No es una suposición caprichosa. Se le ha declarado la guerra al concepto de meritocracia. Se intenta devaluarlo, emparentarlo con una idea de exclusión y de injusticia social. ¿Hay algo más democrático que el valor del mérito personal sobre una base de igualdad de oportunidades? La contracara de la meritocracia es la aristocracia. Y, paradójicamente, parece haber una mayor simpatía con los rasgos aristocráticos enquistados en el poder que con el logro del que no llega por su apellido sino por mérito propio.

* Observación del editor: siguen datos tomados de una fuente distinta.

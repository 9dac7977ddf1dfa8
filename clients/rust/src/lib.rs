//! The service side of apportion: follow the weights the sidecar publishes, assign each unit
//! (a user, a session, a request) to an arm, and write the impression and reward events the
//! sidecar learns from.
//!
//! ```no_run
//! use apportion_client::{Client, ClientConfig, Fallback};
//!
//! let mut cfg = ClientConfig::new("127.0.0.1:9092");
//! cfg.default_fallback = Some(Fallback::Even(vec!["warm".into(), "cool".into()]));
//! let client = Client::start(cfg)?;
//! client.wait_until_loaded(std::time::Duration::from_secs(10));
//! let a = client.assign("thumb-style", "user-8812")?;      // a local read, no network
//! let shown = client.impression(&a, None)?;                 // the arm was shown
//! client.reward(&shown, 1.0, None)?;                        // and it was played
//! # Ok::<(), Box<dyn std::error::Error>>(())
//! ```
//!
//! An assignment is deterministic for (experiment, unit, weights version) and sticky as the
//! weights move (`hash`): a unit changes arm only about as far as the change of weights forces.
//! The Python client in `clients/python` gives every unit the same arm.

pub mod counters;
pub mod events;
mod follower;
pub mod hash;
pub mod table;

use std::collections::{BTreeMap, HashMap};
use std::sync::atomic::{AtomicBool, AtomicU64, Ordering};
use std::sync::Arc;
use std::thread::JoinHandle;
use std::time::{Duration, Instant};

use rdkafka::producer::{BaseRecord, DefaultProducerContext, Producer, ThreadedProducer};
use rdkafka::ClientConfig as KafkaConfig;

pub use counters::Counts;
use counters::{bump, Counters};
pub use events::Impression;
use hash::{arm_seed, choose, unit_key, Racer};
pub use table::{Held, Offered, Table};

/// What a service does when it has no usable weights for an experiment.
#[derive(Clone, Debug, PartialEq)]
pub enum Fallback {
    /// Every unit to this arm (propensity 1).
    Arm(String),
    /// An even split over these arms, with the same sticky hash (propensity 1/n).
    Even(Vec<String>),
}

/// How the client runs.
#[derive(Clone, Debug)]
pub struct ClientConfig {
    pub brokers: String,
    pub weights_topic: String,
    pub input_topic: String,
    /// Weights published longer ago than this are not used (the sidecar republishes every
    /// `publish.heartbeat_seconds`, 60 s by default, so keep this several heartbeats long).
    pub max_age: Duration,
    /// Per experiment.
    pub fallbacks: HashMap<String, Fallback>,
    /// For experiments without their own.
    pub default_fallback: Option<Fallback>,
    /// librdkafka properties for both the follower and the producer (security, for instance).
    pub kafka: BTreeMap<String, String>,
}

impl ClientConfig {
    pub fn new(brokers: &str) -> ClientConfig {
        ClientConfig {
            brokers: brokers.to_string(),
            weights_topic: "apportion.weights".into(),
            input_topic: "apportion.events".into(),
            max_age: Duration::from_secs(300),
            fallbacks: HashMap::new(),
            default_fallback: None,
            kafka: BTreeMap::new(),
        }
    }
}

/// Where an assignment came from.
#[derive(Clone, Copy, Debug, PartialEq, Eq)]
pub enum Source {
    Weights,
    /// No weights were ever read for the experiment.
    FallbackMissing,
    /// The weights held are older than `max_age`.
    FallbackStale,
    /// The experiment is retired.
    FallbackRetired,
}

impl Source {
    pub fn as_str(self) -> &'static str {
        match self {
            Source::Weights => "weights",
            Source::FallbackMissing => "fallback-missing",
            Source::FallbackStale => "fallback-stale",
            Source::FallbackRetired => "fallback-retired",
        }
    }
}

/// One unit's arm.
#[derive(Clone, Debug, PartialEq)]
pub struct Assignment {
    pub experiment: Arc<str>,
    pub arm: Arc<str>,
    /// The probability the rule in force gave this arm: its weight (1/n for an even fallback,
    /// 1 for a fallback arm).
    pub propensity: f64,
    /// The weights version used; `None` for a fallback.
    pub weights_version: Option<u64>,
    pub source: Source,
}

/// Neither usable weights nor a fallback.
#[derive(Clone, Debug, PartialEq, Eq, thiserror::Error)]
#[error("no arm for experiment {experiment:?}: {reason}, and no fallback is configured")]
pub struct Unassignable {
    pub experiment: String,
    pub reason: &'static str,
}

#[derive(Debug, thiserror::Error)]
pub enum ClientError {
    #[error("cannot create a Kafka client: {0}")]
    Kafka(#[from] rdkafka::error::KafkaError),
    #[error("this client has no producer (made with Client::offline)")]
    Offline,
    #[error("the producer's queue stayed full; event not written")]
    QueueFull,
    #[error("cannot start the thread that follows the weights: {0}")]
    Thread(#[from] std::io::Error),
}

/// A fallback with its arms raced by the same hash.
struct Prepared {
    names: Vec<Arc<str>>,
    racers: Vec<Racer>,
}

impl Prepared {
    fn new(f: &Fallback) -> Prepared {
        let mut arms: Vec<&String> = match f {
            Fallback::Arm(a) => vec![a],
            Fallback::Even(arms) => arms.iter().collect(),
        };
        arms.sort();
        arms.dedup();
        Prepared {
            names: arms.iter().map(|a| Arc::from(a.as_str())).collect(),
            racers: arms.iter().map(|a| Racer { seed: arm_seed(a), weight: 1.0 }).collect(),
        }
    }
}

/// Follows the weights topic and assigns units; cheap to share between threads (`&Client`).
pub struct Client {
    cfg: ClientConfig,
    table: Arc<Table>,
    counters: Arc<Counters>,
    fallbacks: HashMap<String, Prepared>,
    default_fallback: Option<Prepared>,
    producer: Option<ThreadedProducer<DefaultProducerContext>>,
    follower: Option<JoinHandle<()>>,
    stop: Arc<AtomicBool>,
    loaded: Arc<AtomicBool>,
    prefix: String,
    seq: AtomicU64,
    clock: Box<dyn Fn() -> i64 + Send + Sync>,
}

fn wall_clock_ms() -> i64 {
    std::time::SystemTime::now().duration_since(std::time::UNIX_EPOCH).map_or(0, |d| d.as_millis() as i64)
}

/// 64 random bits from the standard library's randomly keyed hasher (no generator needed).
pub(crate) fn random_u64() -> u64 {
    use std::hash::BuildHasher;
    std::collections::hash_map::RandomState::new().hash_one(std::process::id())
}

impl Client {
    /// A client that follows the weights topic (from a thread of its own) and writes events.
    pub fn start(cfg: ClientConfig) -> Result<Client, ClientError> {
        Client::start_with_clock(cfg, Box::new(wall_clock_ms))
    }

    /// [`Client::start`] on the clock `clock` (ms since the epoch), which decides the age of
    /// the weights and the time of events written without one.
    pub fn start_with_clock(cfg: ClientConfig, clock: Box<dyn Fn() -> i64 + Send + Sync>) -> Result<Client, ClientError> {
        let mut producer_cfg = KafkaConfig::new();
        producer_cfg.set("bootstrap.servers", &cfg.brokers).set("linger.ms", "5");
        for (k, v) in &cfg.kafka {
            producer_cfg.set(k, v);
        }
        let producer: ThreadedProducer<DefaultProducerContext> = producer_cfg.create()?;
        let consumer = follower::consumer(&cfg.brokers, &cfg.kafka)?;
        let mut client = Client::offline(cfg, clock);
        let f = follower::Follower {
            consumer,
            topic: client.cfg.weights_topic.clone(),
            table: client.table.clone(),
            counters: client.counters.clone(),
            stop: client.stop.clone(),
            loaded: client.loaded.clone(),
        };
        client.follower = Some(std::thread::Builder::new().name("apportion-weights".into()).spawn(move || f.run())?);
        client.producer = Some(producer);
        Ok(client)
    }

    /// A client without Kafka, fed through [`Client::offer`], on the clock `clock` (ms since the
    /// epoch): for tests and for services that read the weights their own way.
    pub fn offline(cfg: ClientConfig, clock: Box<dyn Fn() -> i64 + Send + Sync>) -> Client {
        Client {
            fallbacks: cfg.fallbacks.iter().map(|(e, f)| (e.clone(), Prepared::new(f))).collect(),
            default_fallback: cfg.default_fallback.as_ref().map(Prepared::new),
            cfg,
            table: Arc::new(Table::default()),
            counters: Arc::new(Counters::default()),
            producer: None,
            follower: None,
            stop: Arc::new(AtomicBool::new(false)),
            loaded: Arc::new(AtomicBool::new(false)),
            prefix: format!("{:016x}", random_u64()),
            seq: AtomicU64::new(0),
            clock,
        }
    }

    /// Takes one weights message (key and value; `None` for a tombstone) and makes it visible.
    pub fn offer(&self, key: &str, value: Option<&[u8]>) -> Offered {
        let o = self.table.offer(Some(key.as_bytes()), value);
        self.counters.count_offered(o);
        self.table.publish();
        o
    }

    /// Waits until the weights topic was read to the end it had at start; `false` on timeout.
    pub fn wait_until_loaded(&self, within: Duration) -> bool {
        let until = Instant::now() + within;
        while !self.loaded.load(Ordering::SeqCst) {
            if Instant::now() >= until {
                return false;
            }
            std::thread::sleep(Duration::from_millis(10));
        }
        true
    }

    /// The arm of `unit` in `experiment`: from the weights held when they are there, not retired
    /// and not older than `max_age`; otherwise from the experiment's fallback (or the default
    /// one). A local read: no lock, no network.
    pub fn assign(&self, experiment: &str, unit: &str) -> Result<Assignment, Unassignable> {
        let key = unit_key(experiment, unit);
        let now = (self.clock)();
        let max_age = self.cfg.max_age.as_millis() as i64;
        let from_weights = self.table.with(experiment, |held| match held {
            None => Err(Source::FallbackMissing),
            Some((_, h)) if h.retired => Err(Source::FallbackRetired),
            Some((_, h)) if now - h.published_at_ms > max_age => Err(Source::FallbackStale),
            Some((id, h)) => choose(key, &h.racers)
                .map(|j| (id.clone(), h.names[j].clone(), h.racers[j].weight / h.total, h.version))
                .ok_or(Source::FallbackMissing),
        });
        let counters = &self.counters;
        match from_weights {
            Ok((experiment, arm, propensity, version)) => {
                bump(&counters.assignments_weights);
                Ok(Assignment { experiment, arm, propensity, weights_version: Some(version), source: Source::Weights })
            }
            Err(source) => {
                let fallback = self.fallbacks.get(experiment).or(self.default_fallback.as_ref());
                let chosen = fallback.and_then(|f| choose(key, &f.racers).map(|j| (f.names[j].clone(), 1.0 / f.names.len() as f64)));
                let Some((arm, propensity)) = chosen else {
                    bump(&counters.unassignable);
                    return Err(Unassignable { experiment: experiment.to_string(), reason: source.as_str() });
                };
                bump(&counters.assignments_fallback);
                bump(match source {
                    Source::FallbackStale => &counters.fallback_stale,
                    Source::FallbackRetired => &counters.fallback_retired,
                    _ => &counters.fallback_missing,
                });
                Ok(Assignment { experiment: Arc::from(experiment), arm, propensity, weights_version: None, source })
            }
        }
    }

    /// Writes the impression of `a` (at `ts_ms`, default now) to the input topic.
    pub fn impression(&self, a: &Assignment, ts_ms: Option<i64>) -> Result<Impression, ClientError> {
        let event_id = format!("{}-{}", self.prefix, self.seq.fetch_add(1, Ordering::Relaxed));
        let ts_ms = ts_ms.unwrap_or_else(|| (self.clock)());
        self.send(&a.experiment, &events::impression_json(&event_id, a, ts_ms))?;
        bump(&self.counters.impressions_written);
        Ok(Impression { event_id, experiment: a.experiment.to_string(), arm: a.arm.to_string(), ts_ms })
    }

    /// Writes a reward of `value` for `imp` (at `ts_ms`, default now); returns its event id.
    pub fn reward(&self, imp: &Impression, value: f64, ts_ms: Option<i64>) -> Result<String, ClientError> {
        let event_id = format!("{}-r{}", imp.event_id, self.seq.fetch_add(1, Ordering::Relaxed));
        let ts_ms = ts_ms.unwrap_or_else(|| (self.clock)());
        self.send(&imp.experiment, &events::reward_json(&event_id, imp, value, ts_ms))?;
        bump(&self.counters.rewards_written);
        Ok(event_id)
    }

    fn send(&self, key: &str, payload: &str) -> Result<(), ClientError> {
        let producer = self.producer.as_ref().ok_or(ClientError::Offline)?;
        let mut record = BaseRecord::to(&self.cfg.input_topic).key(key).payload(payload);
        for _ in 0..200 {
            match producer.send(record) {
                Ok(()) => return Ok(()),
                Err((_, r)) => {
                    record = r;
                    std::thread::sleep(Duration::from_millis(5));
                }
            }
        }
        Err(ClientError::QueueFull)
    }

    /// Waits until every event written has been delivered (or `within` passed).
    pub fn flush(&self, within: Duration) {
        if let Some(p) = &self.producer {
            let _ = p.flush(within);
        }
    }

    pub fn counts(&self) -> Counts {
        self.counters.snapshot()
    }

    /// The weights held for `experiment`.
    pub fn held(&self, experiment: &str) -> Option<Arc<Held>> {
        self.table.get(experiment)
    }
}

impl Drop for Client {
    fn drop(&mut self) {
        self.stop.store(true, Ordering::SeqCst);
        if let Some(h) = self.follower.take() {
            let _ = h.join();
        }
        self.flush(Duration::from_secs(5));
    }
}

En esa suerte de distorsión intelectual, se nota alguna incomodidad con Galperin (el fundador de Mercado Libre) y no con el sistema hereditario que rige al sindicalismo. Parece generar más controversia Pergolini (que se hizo de abajo) que el que llega a una banca, a un ministerio o a una candidatura por ser "hijo de".
Algunos actores relevantes del gobierno nacional son hijos de la meritocracia, y sería bueno que lo exhiban con orgullo. Proveniente de una familia humilde, sin privilegios ni ventajas, Martín Guzmán llegó por mérito propio a destacarse en el circuito más exigente de las universidades norteamericanas de elite. La suya es una historia de éxito personal que debería inspirar a los jóvenes más que cualquier retórica demagógica. En nombre de un progresismo facilón, se confunde la igualdad de oportunidades (que reside en la línea de largada) con una especie de techo para el logro personal. Tal vez por eso se mira con cierta indiferencia la crisis de la escuela pública, porque en ella debería estar el gran motor de esa igualdad de oportunidades que ha dejado de importar.

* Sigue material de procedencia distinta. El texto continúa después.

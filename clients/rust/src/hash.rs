//! Which arm a unit gets: weighted rendezvous hashing.
//!
//! Every (unit, arm) pair gets a uniform number U from a hash, and the arm with the smallest
//! score −ln(U) / w wins: rendezvous ("highest random weight") hashing of Thaler & Ravishankar
//! (1998), "Using name-based mappings to increase hit rates", IEEE/ACM Transactions on
//! Networking 6(1), with the weighted scores of Schindelhauer & Schomaker (2005), "Weighted
//! distributed hash tables", SPAA. The scores are independent exponential clocks of rates wⱼ,
//! so arm j wins for a share wⱼ / Σw of the units: the propensity is the weight. When the
//! weights move, a unit's clocks stay the same, so it changes arm only when the race's winner
//! changes; for such a shared-randomness coupling the share that moves is at most
//! 2·TV / (1 + TV), TV the total-variation distance between the old and new weights (Daliri,
//! Musco & Suresh 2025, "Coupling without communication and drafter-invariant speculative
//! decoding", IEEE ISIT; the bound is from memory, and `tests/assignment.rs` measures it).
//!
//! The hash is fixed, byte for byte, so that the Python client (`clients/python`) gives a unit
//! the same arm: FNV-1a 64 of `experiment ‖ 0x00 ‖ unit`, XORed with FNV-1a 64 of the arm's
//! name, through the SplitMix64 finalizer; U = (top 53 bits + ½) / 2⁵³. Arms are raced in
//! ascending order of name and a tie keeps the earlier one.

const FNV_OFFSET: u64 = 0xcbf2_9ce4_8422_2325;
const FNV_PRIME: u64 = 0x0000_0100_0000_01b3;

/// FNV-1a, 64 bits, continuing from `h`.
fn fnv1a(mut h: u64, bytes: &[u8]) -> u64 {
    for &b in bytes {
        h ^= u64::from(b);
        h = h.wrapping_mul(FNV_PRIME);
    }
    h
}

/// The key of `unit` in `experiment`: FNV-1a 64 of the experiment, a zero byte, the unit.
pub fn unit_key(experiment: &str, unit: &str) -> u64 {
    fnv1a(fnv1a(fnv1a(FNV_OFFSET, experiment.as_bytes()), &[0]), unit.as_bytes())
}

/// The seed of an arm: FNV-1a 64 of its name.
pub fn arm_seed(arm: &str) -> u64 {
    fnv1a(FNV_OFFSET, arm.as_bytes())
}

/// The SplitMix64 finalizer (Steele, Lea & Flood 2014, "Fast splittable pseudorandom number
/// generators", OOPSLA): a bijection of 64-bit words with full avalanche.
pub fn mix(mut z: u64) -> u64 {
    z = (z ^ (z >> 30)).wrapping_mul(0xbf58_476d_1ce4_e5b9);
    z = (z ^ (z >> 27)).wrapping_mul(0x94d0_49bb_1331_11eb);
    z ^ (z >> 31)
}

/// A uniform number in (0, 1) from a hash: its top 53 bits, centred.
pub fn uniform(z: u64) -> f64 {
    ((z >> 11) as f64 + 0.5) * (1.0 / (1u64 << 53) as f64)
}

/// One arm in a race: its name's seed and its weight.
#[derive(Clone, Copy, Debug, PartialEq)]
pub struct Racer {
    pub seed: u64,
    pub weight: f64,
}

/// The index of the arm `key` lands on among `arms` (in ascending order of name); `None` when no
/// arm has a positive weight.
pub fn choose(key: u64, arms: &[Racer]) -> Option<usize> {
    let mut best: Option<(usize, f64)> = None;
    for (j, a) in arms.iter().enumerate() {
        // NaN and negative weights are never chosen.
        if a.weight.partial_cmp(&0.0) != Some(std::cmp::Ordering::Greater) {
            continue;
        }
        let score = -uniform(mix(key ^ a.seed)).ln() / a.weight;
        if best.is_none_or(|(_, s)| score < s) {
            best = Some((j, score));
        }
    }
    best.map(|(j, _)| j)
}

#[cfg(test)]
mod tests {
    use super::*;

    #[test]
    fn fnv1a_matches_its_published_test_vectors() {
        // FNV-1a 64 of "" and "a": 0xcbf29ce484222325 and 0xaf63dc4c8601ec8c (the FNV test
        // suite published with the algorithm by Fowler, Noll & Vo; from memory).
        assert_eq!(fnv1a(FNV_OFFSET, b""), 0xcbf2_9ce4_8422_2325);
        assert_eq!(fnv1a(FNV_OFFSET, b"a"), 0xaf63_dc4c_8601_ec8c);
    }

    #[test]
    fn an_arm_without_weight_is_never_chosen() {
        let arms = [Racer { seed: arm_seed("a"), weight: 0.0 }, Racer { seed: arm_seed("b"), weight: 1.0 }];
        for u in 0..1000 {
            assert_eq!(choose(unit_key("e", &format!("u{u}")), &arms), Some(1));
        }
        assert_eq!(choose(1, &arms[..1]), None);
    }
}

En los propios estereotipos de nuestra ficción televisiva se observa el prejuicio contra aquel que ha llegado más lejos: el exitoso siempre es inescrupuloso y egoísta. Como si se incitara a pensar que aquel que ha logrado lo que se propuso algo malo habrá hecho y alguna decencia habrá dejado en el camino. En esa línea, al Presidente le provoca culpa el éxito ("la opulencia") de Buenos Aires. O amonesta a los empresarios por "ganar plata a costa de otros".Muchas veces, el discurso familiar alienta estos prejuicios y estereotipos. Se le dice al chico que el entrenador lo mandó al banco porque hay un "acomodado", o que la maestra lo aplazó porque le tiene bronca. Parece trivial, pero expresa una filosofía del enojo y el resentimiento que se termina enquistando en una sociedad siempre permeable a la justificación y al victimismo.

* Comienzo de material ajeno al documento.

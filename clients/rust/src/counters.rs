//! The client's own counts: how it assigned, why it fell back, what it ignored, what it wrote.
//! The Python client keeps the same counts under the same names.

use std::sync::atomic::{AtomicU64, Ordering};

use serde::Serialize;

use crate::table::Offered;

#[derive(Default)]
pub(crate) struct Counters {
    pub assignments_weights: AtomicU64,
    pub assignments_fallback: AtomicU64,
    pub fallback_missing: AtomicU64,
    pub fallback_stale: AtomicU64,
    pub fallback_retired: AtomicU64,
    pub unassignable: AtomicU64,
    pub ignored_versions: AtomicU64,
    pub unreadable_messages: AtomicU64,
    pub impressions_written: AtomicU64,
    pub rewards_written: AtomicU64,
}

/// The counts at one moment.
#[derive(Clone, Copy, Debug, Default, PartialEq, Eq, Serialize)]
pub struct Counts {
    /// Assignments from published weights, and from a fallback.
    pub assignments_weights: u64,
    pub assignments_fallback: u64,
    /// Fallbacks by reason: no weights, weights older than `max_age`, a retired experiment.
    pub fallback_missing: u64,
    pub fallback_stale: u64,
    pub fallback_retired: u64,
    /// Requests with neither usable weights nor a fallback.
    pub unassignable: u64,
    /// Weights messages whose version did not increase, and messages that were not weights.
    pub ignored_versions: u64,
    pub unreadable_messages: u64,
    pub impressions_written: u64,
    pub rewards_written: u64,
}

pub(crate) fn bump(c: &AtomicU64) {
    c.fetch_add(1, Ordering::Relaxed);
}

impl Counters {
    /// Counts what became of a weights message that was not taken.
    pub fn count_offered(&self, o: Offered) {
        match o {
            Offered::IgnoredVersion => bump(&self.ignored_versions),
            Offered::Unreadable => bump(&self.unreadable_messages),
            Offered::Applied | Offered::Retired => {}
        }
    }

    pub fn snapshot(&self) -> Counts {
        let g = |c: &AtomicU64| c.load(Ordering::Relaxed);
        Counts {
            assignments_weights: g(&self.assignments_weights),
            assignments_fallback: g(&self.assignments_fallback),
            fallback_missing: g(&self.fallback_missing),
            fallback_stale: g(&self.fallback_stale),
            fallback_retired: g(&self.fallback_retired),
            unassignable: g(&self.unassignable),
            ignored_versions: g(&self.ignored_versions),
            unreadable_messages: g(&self.unreadable_messages),
            impressions_written: g(&self.impressions_written),
            rewards_written: g(&self.rewards_written),
        }
    }
}
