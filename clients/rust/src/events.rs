//! The events a service writes, in the sidecar's input format (its README, "Events in").

use serde::Serialize;

use crate::Assignment;

/// An impression written: what a reward for it needs.
#[derive(Clone, Debug, PartialEq, Eq)]
pub struct Impression {
    pub event_id: String,
    pub experiment: String,
    pub arm: String,
    pub ts_ms: i64,
}

#[derive(Serialize)]
struct ImpressionEvent<'a> {
    event_id: &'a str,
    kind: &'static str,
    experiment: &'a str,
    arm: &'a str,
    ts_ms: i64,
    propensity: f64,
    #[serde(skip_serializing_if = "Option::is_none")]
    weights_version: Option<u64>,
}

#[derive(Serialize)]
struct RewardEvent<'a> {
    event_id: &'a str,
    kind: &'static str,
    experiment: &'a str,
    arm: &'a str,
    ts_ms: i64,
    reward: f64,
    impression_id: &'a str,
    impression_ts_ms: i64,
}

/// The impression event of `a`, with id `event_id`, at `ts_ms`.
pub fn impression_json(event_id: &str, a: &Assignment, ts_ms: i64) -> String {
    let e = ImpressionEvent {
        event_id,
        kind: "impression",
        experiment: &a.experiment,
        arm: &a.arm,
        ts_ms,
        propensity: a.propensity,
        weights_version: a.weights_version,
    };
    serde_json::to_string(&e).unwrap_or_default()
}

/// The reward event `event_id` of `value` for `imp`, at `ts_ms`.
pub fn reward_json(event_id: &str, imp: &Impression, value: f64, ts_ms: i64) -> String {
    let e = RewardEvent {
        event_id,
        kind: "reward",
        experiment: &imp.experiment,
        arm: &imp.arm,
        ts_ms,
        reward: value,
        impression_id: &imp.event_id,
        impression_ts_ms: imp.ts_ms,
    };
    serde_json::to_string(&e).unwrap_or_default()
}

No se trata de poner nuevos ídolos en ningún altar. Pero las historias de los emprendedores, los que arriesgan y rompen moldes, los que sueñan y ambicionan más, los que se sacrifican para alcanzar la meta deberían contarse en los colegios y valorarse en la escena pública. Tal vez valga la pena pensar miniseries en las que "el ganador" no sea, necesariamente, el malo. Tal vez haya que proyectar en las aulas documentales sobre Elon Musk, Steve Jobs, Jeff Bezos. Tal vez debamos, en las escuelas y las universidades públicas, hacerles lugar a otras voces. No está mal que inviten a Grabois, pero inviten también a Pergolini. En esa mezcla de miradas y modelos, quizá podamos darle al porvenir el nombre que prefería darle Borges: esperanza.